THIS IS THE JEWISH GROUP!!

The drawing is detailed, dramatic and disgusting. Called The Jew, Universal Enemy, it shows Christ on the cross and churches in flames, overseen by a sinister, red-lipped, voracious face. Philipp Rupprecht, better known as Fips, composed this caricature for the notorious Nazi newspaper Der Stürmer in 1937. He also illustrated a 1938 children’s book Der Giftpilz (The Poisonous Mushroom), intended to educate young Germans about the Jewish menace.

Rupprecht was sentenced to 10 years hard labour after the war. His work is among 150 pieces of antisemitic propaganda – posters, drawings and objects – on show at the Caen-Normandy Memorial Museum, in an exhibition called Heinous Cartoons 1886-1945: The Antisemitic Corrosion in Europe. They depict sinister, red-faced, obese capitalists smoking cigars on the backs of oppressed workers. They show grotesque communists clamping chains on a suffering Aryan. They portray Jews as rats and vermin. As the dates in the title suggest, the exhibition chronicles how anti-semitism grew at the end of the 19th century and reached a horrible culmination in the Holocaust.

The works all come from private collection of Arthur Langerman, a Holocaust survivor. Born in Antwerp in 1942, at the age of two he was placed in an orphanage by the SS after his father and mother were sent to Auschwitz. Although his father perished, his mother survived and recovered her son, but never spoke to him about her wartime suffering. Langerman went on to found a successful diamond dealership, specialising in coloured gems.
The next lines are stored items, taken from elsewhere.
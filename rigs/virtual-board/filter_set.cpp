#include "rigs/virtual-board/filter_set.hpp"

#include <algorithm>
#include <cstring>

namespace halflsb::board {

namespace {

constexpr std::string_view checkweigher = "load-cell,smoothing,quick-smoothing,mains-notch,settle,settle-q31";

bool is_narrow(halflsb_format format) { return format == HALFLSB_Q15 || format == HALFLSB_I16; }

std::int32_t code_at(const void* words, std::size_t i, bool narrow) {
    std::int32_t wide = 0;
    std::int16_t word = 0;
    if (!narrow) {
        std::memcpy(&wide, static_cast<const char*>(words) + 4 * i, 4);
        return wide;
    }
    std::memcpy(&word, static_cast<const char*>(words) + 2 * i, 2);
    return word;
}

void put_code(void* words, std::size_t i, bool narrow, std::int32_t code) {
    const auto word = static_cast<std::int16_t>(code);
    if (narrow) {
        std::memcpy(static_cast<char*>(words) + 2 * i, &word, 2);
    } else {
        std::memcpy(static_cast<char*>(words) + 4 * i, &code, 4);
    }
}

/// The filter of rigs/filters, a sample at a time.
class CleanSteps : public CodeFilter {
public:
    explicit CleanSteps(const FilterParts& parts) : parts_(parts) {}
    void reset() override { parts_.reset(); }
    void reset_half() override { parts_.reset_half(); }
    std::int32_t step(std::int32_t x) override {
        alignas(4) char word[4];
        const bool narrow = is_narrow(parts_.format);
        put_code(word, 0, narrow, x);
        parts_.process(word, word, 1);
        return code_at(word, 0, narrow);
    }

private:
    FilterParts parts_;
};

}  // namespace

OfferedFilter::OfferedFilter(FilterParts parts, const Faults& faults) : parts_(std::move(parts)) {
    const bool deviates = faults.deviation.any() && parts_.variant != nullptr;
    if (!deviates && faults.passage.empty()) return;
    if (deviates) {
        faulty_ = parts_.variant(faults.deviation);
    } else {
        faulty_ = std::make_unique<CleanSteps>(parts_);
    }
    for (PassageFault fault : faults.passage) faulty_ = with_fault(fault, parts_.format, std::move(faulty_));
}

void OfferedFilter::reset() {
    if (faulty_ == nullptr) {
        parts_.reset();
    } else {
        faulty_->reset();
    }
}

void OfferedFilter::process(const void* in, void* out, std::uint16_t count) {
    if (faulty_ == nullptr) {
        parts_.process(in, out, count);
        return;
    }
    const bool narrow = is_narrow(parts_.format);
    faulty_->begin_block();
    for (std::size_t i = 0; i < count; ++i) put_code(out, i, narrow, faulty_->step(code_at(in, i, narrow)));
}

bool OfferedFilter::load(std::uint8_t table, std::uint16_t offset, const std::int32_t* values, std::uint8_t count) {
    return parts_.load != nullptr && parts_.load(table, offset, values, count);
}

std::vector<FilterParts> choose_filters(std::string_view choice, std::vector<FilterParts> all, std::string& problem) {
    if (choice == "all") return all;
    if (choice == "cw-7") choice = checkweigher;
    std::vector<FilterParts> chosen;
    while (true) {
        const std::size_t comma = choice.find(',');
        const std::string_view name = choice.substr(0, comma);
        const auto found = std::find_if(all.begin(), all.end(), [&](const auto& f) { return f.name == name; });
        if (found == all.end()) {
            std::vector<std::string_view> known = {"all", "cw-7"};
            for (const FilterParts& filter : all) known.push_back(filter.name);
            problem = "no filter is called \"" + std::string(name) + "\"; the nearest is \"" +
                      std::string(nearest(name, known)) + "\"";
            return {};
        }
        chosen.push_back(*found);
        if (comma == std::string_view::npos) return chosen;
        choice.remove_prefix(comma + 1);
    }
}

}  // namespace halflsb::board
The trial of Adolf Eichmann in 1961 jolted him awake to the horrors of the Holocaust. Fascinated, and finding a strong desire to understand, he began collecting antisemitic objects. Today, he has assembled some 7,000 pieces, including postcards, posters and paintings, not to mention dozens of wooden figurines from Strasbourg. At the end of the 19th century, these intricately carved images of grotesquely bearded, disfigured representations of Jewish peddlers and rabbis were popular in eastern France – an example of how hatred of Jews had for centuries pervaded western art, politics and popular culture, from fine arts and crafts for the elite to everyday toys and knick-knacks.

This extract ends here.